====== TASK DATA ======

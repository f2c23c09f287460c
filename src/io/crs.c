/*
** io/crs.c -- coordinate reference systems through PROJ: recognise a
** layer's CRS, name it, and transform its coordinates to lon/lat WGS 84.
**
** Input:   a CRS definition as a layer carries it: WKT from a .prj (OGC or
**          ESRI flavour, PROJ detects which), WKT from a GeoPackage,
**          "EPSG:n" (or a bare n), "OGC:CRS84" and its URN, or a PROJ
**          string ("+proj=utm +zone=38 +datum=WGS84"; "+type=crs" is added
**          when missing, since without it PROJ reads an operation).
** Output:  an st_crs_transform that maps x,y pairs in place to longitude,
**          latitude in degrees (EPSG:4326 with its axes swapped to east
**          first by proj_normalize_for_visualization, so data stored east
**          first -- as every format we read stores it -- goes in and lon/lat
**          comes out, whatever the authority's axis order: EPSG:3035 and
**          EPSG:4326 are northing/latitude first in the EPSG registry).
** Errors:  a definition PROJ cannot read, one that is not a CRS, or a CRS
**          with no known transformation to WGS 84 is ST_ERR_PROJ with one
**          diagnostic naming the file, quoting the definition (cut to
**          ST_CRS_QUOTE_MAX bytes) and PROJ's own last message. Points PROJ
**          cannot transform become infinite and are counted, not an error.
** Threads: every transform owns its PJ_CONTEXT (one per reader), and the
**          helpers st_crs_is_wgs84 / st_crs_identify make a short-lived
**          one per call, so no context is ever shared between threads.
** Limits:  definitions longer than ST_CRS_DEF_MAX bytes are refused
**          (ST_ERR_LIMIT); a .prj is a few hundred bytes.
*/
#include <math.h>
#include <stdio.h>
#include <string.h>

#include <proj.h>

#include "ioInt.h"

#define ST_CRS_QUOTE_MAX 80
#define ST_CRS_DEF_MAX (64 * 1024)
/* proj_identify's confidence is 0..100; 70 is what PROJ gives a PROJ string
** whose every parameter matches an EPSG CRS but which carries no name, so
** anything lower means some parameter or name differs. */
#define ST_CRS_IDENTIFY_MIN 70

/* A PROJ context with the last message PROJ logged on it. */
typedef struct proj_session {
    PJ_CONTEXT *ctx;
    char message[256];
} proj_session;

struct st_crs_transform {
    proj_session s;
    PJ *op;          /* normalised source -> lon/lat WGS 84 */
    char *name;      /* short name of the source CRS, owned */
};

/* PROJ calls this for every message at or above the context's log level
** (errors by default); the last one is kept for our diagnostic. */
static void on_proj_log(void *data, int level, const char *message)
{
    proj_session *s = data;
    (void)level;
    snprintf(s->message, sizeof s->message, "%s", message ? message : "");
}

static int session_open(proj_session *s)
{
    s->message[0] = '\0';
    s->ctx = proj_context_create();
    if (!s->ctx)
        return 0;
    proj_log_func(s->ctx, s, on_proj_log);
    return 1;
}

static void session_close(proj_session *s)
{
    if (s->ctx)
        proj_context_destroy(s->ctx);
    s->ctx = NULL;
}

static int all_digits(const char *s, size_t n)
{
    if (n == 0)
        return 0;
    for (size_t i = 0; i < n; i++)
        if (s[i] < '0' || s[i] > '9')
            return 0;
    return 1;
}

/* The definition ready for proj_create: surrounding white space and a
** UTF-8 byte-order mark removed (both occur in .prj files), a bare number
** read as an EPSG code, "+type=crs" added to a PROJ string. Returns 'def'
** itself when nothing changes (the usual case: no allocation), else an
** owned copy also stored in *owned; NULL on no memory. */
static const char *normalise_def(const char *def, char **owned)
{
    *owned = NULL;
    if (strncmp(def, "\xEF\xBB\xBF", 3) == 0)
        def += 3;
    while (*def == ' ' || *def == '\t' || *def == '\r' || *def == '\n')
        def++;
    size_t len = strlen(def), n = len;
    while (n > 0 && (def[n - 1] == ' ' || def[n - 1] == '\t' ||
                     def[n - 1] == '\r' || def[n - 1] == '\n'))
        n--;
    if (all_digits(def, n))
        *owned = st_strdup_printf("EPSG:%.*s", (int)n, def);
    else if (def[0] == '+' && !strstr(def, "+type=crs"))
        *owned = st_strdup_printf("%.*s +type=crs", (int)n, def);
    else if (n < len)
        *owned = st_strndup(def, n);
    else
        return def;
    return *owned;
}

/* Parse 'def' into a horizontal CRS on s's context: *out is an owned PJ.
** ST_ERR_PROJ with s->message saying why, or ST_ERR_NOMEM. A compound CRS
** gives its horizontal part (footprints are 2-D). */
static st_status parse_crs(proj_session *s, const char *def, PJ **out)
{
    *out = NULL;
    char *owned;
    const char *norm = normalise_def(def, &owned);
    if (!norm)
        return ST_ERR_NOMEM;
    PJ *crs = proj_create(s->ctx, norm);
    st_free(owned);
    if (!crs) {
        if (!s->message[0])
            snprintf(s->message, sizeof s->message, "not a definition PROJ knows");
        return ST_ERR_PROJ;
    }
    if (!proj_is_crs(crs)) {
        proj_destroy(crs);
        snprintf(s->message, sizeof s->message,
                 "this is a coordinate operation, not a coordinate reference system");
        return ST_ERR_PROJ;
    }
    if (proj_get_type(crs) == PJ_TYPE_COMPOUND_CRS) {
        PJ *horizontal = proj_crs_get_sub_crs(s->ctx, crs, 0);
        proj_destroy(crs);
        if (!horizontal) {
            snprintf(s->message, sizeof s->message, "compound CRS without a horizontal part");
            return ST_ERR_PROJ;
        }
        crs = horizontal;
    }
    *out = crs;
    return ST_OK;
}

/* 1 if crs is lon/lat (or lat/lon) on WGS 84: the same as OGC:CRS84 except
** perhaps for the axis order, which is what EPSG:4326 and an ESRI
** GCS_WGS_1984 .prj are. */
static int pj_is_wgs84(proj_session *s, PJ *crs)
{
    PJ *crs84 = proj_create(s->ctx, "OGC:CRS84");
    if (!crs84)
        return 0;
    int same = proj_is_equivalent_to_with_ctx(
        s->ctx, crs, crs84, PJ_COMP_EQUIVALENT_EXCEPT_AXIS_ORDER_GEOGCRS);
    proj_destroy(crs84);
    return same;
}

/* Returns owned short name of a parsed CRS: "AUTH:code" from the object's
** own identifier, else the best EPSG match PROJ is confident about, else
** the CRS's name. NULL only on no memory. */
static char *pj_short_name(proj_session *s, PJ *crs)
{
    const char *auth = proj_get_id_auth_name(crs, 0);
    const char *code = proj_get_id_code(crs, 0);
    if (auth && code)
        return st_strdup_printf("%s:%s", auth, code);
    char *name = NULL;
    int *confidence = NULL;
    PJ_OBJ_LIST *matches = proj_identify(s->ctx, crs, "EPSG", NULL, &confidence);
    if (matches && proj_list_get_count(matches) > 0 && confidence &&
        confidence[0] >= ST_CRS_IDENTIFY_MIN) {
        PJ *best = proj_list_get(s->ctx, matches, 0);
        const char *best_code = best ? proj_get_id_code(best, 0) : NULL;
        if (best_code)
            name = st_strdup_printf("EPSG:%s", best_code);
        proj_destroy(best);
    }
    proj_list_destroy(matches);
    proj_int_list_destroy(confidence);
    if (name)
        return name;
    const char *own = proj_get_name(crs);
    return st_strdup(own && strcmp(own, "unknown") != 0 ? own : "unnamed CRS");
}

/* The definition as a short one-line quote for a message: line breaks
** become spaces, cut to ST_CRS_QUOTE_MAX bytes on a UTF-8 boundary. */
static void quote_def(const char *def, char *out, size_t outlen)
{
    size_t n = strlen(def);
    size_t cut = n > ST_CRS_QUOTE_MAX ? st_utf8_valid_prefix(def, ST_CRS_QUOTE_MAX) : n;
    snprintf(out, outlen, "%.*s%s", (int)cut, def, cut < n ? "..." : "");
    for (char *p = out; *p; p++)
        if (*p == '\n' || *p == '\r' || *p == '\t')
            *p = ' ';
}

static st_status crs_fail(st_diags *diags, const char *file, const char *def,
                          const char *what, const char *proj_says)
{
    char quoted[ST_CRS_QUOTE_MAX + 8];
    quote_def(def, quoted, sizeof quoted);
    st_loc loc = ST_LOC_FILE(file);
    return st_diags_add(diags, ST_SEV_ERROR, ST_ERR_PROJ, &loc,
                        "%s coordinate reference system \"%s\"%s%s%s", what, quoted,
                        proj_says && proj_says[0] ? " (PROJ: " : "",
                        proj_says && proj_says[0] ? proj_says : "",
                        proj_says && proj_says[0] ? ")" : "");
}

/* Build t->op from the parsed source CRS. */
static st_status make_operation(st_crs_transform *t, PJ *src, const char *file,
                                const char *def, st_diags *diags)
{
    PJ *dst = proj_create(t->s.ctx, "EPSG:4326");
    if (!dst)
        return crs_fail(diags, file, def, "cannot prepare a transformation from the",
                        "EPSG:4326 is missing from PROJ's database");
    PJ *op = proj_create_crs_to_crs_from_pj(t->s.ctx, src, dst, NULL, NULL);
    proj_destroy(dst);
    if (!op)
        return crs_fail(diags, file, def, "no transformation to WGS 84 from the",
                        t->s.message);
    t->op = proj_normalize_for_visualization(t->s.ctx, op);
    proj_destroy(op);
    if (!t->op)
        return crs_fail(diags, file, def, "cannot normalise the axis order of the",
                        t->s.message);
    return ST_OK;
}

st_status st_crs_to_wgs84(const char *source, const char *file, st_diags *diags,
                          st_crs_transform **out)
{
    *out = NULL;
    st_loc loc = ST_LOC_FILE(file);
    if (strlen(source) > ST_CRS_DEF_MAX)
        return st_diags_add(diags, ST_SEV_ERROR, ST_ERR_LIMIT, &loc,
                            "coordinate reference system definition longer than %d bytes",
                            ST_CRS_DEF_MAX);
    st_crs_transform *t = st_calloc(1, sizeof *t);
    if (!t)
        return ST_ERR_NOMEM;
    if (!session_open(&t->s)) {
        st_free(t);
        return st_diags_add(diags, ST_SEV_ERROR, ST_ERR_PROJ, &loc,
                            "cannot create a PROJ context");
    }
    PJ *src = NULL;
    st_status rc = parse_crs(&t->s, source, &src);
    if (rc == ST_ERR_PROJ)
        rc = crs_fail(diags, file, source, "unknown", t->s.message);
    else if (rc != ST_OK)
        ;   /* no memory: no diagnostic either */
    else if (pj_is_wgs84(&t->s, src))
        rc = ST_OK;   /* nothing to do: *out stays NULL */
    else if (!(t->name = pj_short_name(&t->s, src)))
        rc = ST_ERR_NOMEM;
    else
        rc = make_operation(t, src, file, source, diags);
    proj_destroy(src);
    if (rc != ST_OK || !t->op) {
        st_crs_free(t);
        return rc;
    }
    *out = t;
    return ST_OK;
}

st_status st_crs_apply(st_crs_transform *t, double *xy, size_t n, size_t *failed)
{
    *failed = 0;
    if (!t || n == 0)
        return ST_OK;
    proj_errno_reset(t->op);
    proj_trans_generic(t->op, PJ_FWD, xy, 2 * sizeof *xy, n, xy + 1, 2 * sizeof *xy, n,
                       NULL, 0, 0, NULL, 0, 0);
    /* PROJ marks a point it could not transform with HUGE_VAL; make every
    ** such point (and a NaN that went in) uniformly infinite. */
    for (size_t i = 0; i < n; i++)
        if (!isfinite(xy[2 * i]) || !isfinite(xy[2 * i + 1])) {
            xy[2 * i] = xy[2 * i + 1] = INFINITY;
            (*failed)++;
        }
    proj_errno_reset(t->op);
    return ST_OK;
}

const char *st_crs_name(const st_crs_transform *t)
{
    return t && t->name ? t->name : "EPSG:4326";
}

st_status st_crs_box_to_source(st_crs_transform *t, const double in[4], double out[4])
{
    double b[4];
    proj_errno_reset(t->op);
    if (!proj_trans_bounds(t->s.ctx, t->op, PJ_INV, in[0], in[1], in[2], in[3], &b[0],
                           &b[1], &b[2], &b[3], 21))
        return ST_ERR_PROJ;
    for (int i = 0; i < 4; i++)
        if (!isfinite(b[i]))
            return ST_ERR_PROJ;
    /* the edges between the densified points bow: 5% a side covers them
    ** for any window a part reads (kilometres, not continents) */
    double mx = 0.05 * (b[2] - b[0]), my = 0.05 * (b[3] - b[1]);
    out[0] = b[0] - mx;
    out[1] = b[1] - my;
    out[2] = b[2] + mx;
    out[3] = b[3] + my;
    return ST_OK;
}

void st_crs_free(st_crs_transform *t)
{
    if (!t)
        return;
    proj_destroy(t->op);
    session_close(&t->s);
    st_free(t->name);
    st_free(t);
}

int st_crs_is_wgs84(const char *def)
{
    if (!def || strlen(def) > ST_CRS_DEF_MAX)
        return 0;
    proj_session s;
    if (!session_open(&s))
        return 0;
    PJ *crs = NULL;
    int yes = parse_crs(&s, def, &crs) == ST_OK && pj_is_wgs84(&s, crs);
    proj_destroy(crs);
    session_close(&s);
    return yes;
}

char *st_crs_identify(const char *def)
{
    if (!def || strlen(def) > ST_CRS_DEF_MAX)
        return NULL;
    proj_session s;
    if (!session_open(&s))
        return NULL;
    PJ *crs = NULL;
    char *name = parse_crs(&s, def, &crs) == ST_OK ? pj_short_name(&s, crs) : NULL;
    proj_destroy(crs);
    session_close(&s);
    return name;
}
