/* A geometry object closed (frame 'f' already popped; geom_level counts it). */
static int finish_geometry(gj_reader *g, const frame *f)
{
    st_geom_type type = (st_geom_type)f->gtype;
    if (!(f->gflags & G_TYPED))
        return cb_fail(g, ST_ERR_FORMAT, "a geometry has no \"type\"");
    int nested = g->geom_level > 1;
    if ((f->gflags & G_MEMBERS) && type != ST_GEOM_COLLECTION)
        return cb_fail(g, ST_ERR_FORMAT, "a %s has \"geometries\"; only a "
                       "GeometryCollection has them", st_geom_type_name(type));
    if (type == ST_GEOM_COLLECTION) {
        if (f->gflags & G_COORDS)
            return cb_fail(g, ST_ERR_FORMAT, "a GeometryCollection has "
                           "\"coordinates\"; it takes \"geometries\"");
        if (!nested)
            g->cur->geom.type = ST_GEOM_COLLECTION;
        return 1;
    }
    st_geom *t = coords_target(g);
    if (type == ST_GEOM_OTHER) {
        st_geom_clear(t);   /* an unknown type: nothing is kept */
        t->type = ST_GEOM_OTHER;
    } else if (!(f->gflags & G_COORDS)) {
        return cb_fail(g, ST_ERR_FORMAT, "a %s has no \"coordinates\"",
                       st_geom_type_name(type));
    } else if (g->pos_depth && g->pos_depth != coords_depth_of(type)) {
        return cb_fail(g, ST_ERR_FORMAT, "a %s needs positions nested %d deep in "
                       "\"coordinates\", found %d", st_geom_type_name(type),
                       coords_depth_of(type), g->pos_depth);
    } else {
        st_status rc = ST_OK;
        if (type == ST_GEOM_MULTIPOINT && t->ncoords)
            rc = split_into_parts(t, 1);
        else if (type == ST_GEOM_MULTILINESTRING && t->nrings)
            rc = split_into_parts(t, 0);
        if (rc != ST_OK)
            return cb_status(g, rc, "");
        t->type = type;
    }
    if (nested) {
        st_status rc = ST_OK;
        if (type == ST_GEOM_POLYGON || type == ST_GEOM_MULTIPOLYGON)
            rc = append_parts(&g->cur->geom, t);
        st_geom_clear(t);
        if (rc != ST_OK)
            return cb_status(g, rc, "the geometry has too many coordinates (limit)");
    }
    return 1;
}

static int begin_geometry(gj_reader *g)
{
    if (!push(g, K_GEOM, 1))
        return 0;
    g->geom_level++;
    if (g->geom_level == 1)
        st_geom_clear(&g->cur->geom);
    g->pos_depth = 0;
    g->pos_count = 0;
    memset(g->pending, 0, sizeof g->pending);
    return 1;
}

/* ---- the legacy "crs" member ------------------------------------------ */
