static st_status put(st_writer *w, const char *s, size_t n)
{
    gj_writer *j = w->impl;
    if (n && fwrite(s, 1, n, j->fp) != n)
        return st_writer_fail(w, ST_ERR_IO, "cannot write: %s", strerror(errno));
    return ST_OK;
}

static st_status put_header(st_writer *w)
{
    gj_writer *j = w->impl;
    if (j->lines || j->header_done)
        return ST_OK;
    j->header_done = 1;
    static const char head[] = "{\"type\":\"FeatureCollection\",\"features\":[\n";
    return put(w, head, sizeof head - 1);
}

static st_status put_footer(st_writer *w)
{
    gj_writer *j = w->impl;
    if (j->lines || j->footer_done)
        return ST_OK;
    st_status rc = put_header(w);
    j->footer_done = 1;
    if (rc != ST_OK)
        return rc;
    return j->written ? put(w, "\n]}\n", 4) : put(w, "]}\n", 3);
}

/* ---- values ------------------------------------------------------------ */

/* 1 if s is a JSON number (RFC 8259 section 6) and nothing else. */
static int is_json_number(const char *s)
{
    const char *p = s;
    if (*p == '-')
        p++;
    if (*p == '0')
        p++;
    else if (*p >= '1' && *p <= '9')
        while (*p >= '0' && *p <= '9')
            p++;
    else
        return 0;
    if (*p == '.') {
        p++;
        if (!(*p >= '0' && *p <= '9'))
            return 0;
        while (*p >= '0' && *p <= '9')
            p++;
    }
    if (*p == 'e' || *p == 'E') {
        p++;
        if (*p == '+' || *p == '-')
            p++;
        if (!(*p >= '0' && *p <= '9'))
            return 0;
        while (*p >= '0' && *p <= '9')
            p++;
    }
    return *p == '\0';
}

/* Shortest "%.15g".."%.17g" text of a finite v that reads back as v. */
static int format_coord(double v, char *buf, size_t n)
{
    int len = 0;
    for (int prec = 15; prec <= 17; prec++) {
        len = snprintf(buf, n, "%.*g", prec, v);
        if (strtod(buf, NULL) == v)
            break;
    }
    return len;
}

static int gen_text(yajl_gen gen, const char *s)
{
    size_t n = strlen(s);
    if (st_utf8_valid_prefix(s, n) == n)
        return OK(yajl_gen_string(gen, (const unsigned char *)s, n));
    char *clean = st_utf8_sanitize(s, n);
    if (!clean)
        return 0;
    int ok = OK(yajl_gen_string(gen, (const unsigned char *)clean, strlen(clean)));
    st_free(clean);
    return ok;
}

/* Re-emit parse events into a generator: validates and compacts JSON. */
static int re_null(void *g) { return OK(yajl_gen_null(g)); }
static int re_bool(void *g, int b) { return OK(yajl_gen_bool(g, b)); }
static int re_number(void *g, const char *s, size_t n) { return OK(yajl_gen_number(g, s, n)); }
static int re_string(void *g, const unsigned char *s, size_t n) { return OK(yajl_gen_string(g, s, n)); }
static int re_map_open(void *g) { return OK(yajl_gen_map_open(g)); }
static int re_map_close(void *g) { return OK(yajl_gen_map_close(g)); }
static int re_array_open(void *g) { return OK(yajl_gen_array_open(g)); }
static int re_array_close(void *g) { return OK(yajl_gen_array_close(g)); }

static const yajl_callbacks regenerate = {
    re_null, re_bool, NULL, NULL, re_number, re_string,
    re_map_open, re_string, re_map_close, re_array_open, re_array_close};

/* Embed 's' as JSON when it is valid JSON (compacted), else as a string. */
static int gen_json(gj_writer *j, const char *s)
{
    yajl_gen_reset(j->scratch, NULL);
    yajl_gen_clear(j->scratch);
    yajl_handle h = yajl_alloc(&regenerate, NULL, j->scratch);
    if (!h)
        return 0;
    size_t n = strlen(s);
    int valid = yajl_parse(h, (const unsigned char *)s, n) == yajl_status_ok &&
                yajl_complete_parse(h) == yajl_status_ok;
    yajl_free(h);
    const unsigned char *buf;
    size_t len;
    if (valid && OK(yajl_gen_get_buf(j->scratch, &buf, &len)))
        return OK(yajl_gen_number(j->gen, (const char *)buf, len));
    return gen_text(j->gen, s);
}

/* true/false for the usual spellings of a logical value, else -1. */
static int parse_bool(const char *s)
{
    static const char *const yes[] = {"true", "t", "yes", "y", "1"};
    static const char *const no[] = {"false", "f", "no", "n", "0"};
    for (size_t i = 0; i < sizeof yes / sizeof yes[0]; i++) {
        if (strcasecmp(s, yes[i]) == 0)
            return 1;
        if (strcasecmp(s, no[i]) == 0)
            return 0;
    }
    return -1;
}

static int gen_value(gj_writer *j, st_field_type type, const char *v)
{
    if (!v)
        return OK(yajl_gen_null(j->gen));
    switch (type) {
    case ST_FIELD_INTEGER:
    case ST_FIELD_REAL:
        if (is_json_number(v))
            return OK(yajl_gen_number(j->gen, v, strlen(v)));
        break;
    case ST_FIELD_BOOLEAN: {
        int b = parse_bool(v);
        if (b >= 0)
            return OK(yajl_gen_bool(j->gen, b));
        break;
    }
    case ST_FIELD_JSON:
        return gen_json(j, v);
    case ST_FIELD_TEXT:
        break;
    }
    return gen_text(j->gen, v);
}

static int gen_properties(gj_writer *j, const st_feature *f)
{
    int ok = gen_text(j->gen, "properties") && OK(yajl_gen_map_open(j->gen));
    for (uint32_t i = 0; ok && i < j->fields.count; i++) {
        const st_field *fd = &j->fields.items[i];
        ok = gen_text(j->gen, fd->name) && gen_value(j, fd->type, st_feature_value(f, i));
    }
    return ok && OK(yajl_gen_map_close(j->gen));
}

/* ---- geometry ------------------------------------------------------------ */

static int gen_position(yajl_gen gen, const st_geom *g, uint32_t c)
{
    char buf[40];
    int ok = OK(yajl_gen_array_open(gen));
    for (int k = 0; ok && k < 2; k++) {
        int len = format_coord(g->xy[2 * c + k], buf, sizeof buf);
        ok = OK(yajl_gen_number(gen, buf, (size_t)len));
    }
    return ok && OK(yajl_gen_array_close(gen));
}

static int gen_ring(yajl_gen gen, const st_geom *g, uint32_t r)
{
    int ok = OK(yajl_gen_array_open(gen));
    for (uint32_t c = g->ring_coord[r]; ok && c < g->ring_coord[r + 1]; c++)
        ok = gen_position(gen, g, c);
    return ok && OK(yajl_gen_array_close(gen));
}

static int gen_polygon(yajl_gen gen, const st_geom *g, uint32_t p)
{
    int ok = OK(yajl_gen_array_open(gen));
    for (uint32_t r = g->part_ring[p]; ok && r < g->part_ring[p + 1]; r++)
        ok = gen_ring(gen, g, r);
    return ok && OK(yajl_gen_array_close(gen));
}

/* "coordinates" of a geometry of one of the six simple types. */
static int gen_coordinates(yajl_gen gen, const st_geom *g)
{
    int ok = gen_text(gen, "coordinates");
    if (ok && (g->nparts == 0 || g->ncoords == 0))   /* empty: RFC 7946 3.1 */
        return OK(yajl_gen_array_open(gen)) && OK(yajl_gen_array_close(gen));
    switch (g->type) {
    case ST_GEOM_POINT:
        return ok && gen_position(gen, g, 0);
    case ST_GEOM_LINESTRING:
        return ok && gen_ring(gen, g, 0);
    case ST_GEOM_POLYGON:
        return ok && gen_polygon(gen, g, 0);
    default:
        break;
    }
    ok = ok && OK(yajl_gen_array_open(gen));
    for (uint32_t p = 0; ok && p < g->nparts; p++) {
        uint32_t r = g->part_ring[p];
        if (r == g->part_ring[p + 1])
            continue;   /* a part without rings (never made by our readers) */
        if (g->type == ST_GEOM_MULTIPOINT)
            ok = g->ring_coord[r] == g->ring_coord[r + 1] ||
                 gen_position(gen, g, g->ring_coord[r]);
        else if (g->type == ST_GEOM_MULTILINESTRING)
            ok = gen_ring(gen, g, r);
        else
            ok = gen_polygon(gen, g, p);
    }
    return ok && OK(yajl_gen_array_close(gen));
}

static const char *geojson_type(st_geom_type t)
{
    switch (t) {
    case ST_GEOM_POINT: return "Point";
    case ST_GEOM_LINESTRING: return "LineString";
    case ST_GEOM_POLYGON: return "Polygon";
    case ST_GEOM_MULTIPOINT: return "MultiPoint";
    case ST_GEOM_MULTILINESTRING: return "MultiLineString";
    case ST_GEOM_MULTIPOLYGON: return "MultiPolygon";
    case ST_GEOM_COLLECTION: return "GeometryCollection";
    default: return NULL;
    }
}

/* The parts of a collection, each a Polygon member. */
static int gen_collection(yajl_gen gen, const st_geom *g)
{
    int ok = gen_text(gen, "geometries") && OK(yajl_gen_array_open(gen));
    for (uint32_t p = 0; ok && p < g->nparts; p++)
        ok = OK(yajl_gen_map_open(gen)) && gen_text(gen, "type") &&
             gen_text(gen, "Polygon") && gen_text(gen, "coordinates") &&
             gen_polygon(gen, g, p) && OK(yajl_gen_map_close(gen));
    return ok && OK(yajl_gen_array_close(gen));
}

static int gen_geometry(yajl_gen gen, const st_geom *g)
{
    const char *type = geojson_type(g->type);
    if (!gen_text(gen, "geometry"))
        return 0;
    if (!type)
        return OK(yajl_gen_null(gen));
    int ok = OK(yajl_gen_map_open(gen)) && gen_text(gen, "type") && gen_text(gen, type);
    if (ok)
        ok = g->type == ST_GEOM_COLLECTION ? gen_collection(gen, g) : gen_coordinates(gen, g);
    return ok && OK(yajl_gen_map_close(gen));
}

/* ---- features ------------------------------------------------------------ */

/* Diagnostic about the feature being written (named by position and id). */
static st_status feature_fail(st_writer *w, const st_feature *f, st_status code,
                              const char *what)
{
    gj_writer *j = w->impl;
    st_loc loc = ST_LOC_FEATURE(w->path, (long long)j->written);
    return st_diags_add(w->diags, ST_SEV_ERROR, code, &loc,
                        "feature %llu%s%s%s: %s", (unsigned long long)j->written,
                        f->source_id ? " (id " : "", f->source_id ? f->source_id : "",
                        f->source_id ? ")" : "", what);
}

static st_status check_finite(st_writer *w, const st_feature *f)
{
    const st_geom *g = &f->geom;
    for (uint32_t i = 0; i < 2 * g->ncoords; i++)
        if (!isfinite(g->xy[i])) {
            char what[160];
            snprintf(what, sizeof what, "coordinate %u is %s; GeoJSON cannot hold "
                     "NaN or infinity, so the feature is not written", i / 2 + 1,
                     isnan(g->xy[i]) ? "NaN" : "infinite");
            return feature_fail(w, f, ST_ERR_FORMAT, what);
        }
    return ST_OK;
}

======

# TASK GOAL
Write out a verbatim copy of the data, beginning with its first line and ending with the line that contains "a .prj (OGC or".

# SOLUTION TO THIS EXERCISE
repository f2c23c09f287460c
filename src/io/crs.c
/*
** io/crs.c -- coordinate reference systems through PROJ: recognise a
** layer's CRS, name it, and transform its coordinates to lon/lat WGS 84.
**
** Input:   a CRS definition as a layer carries it: WKT from a .prj (OGC or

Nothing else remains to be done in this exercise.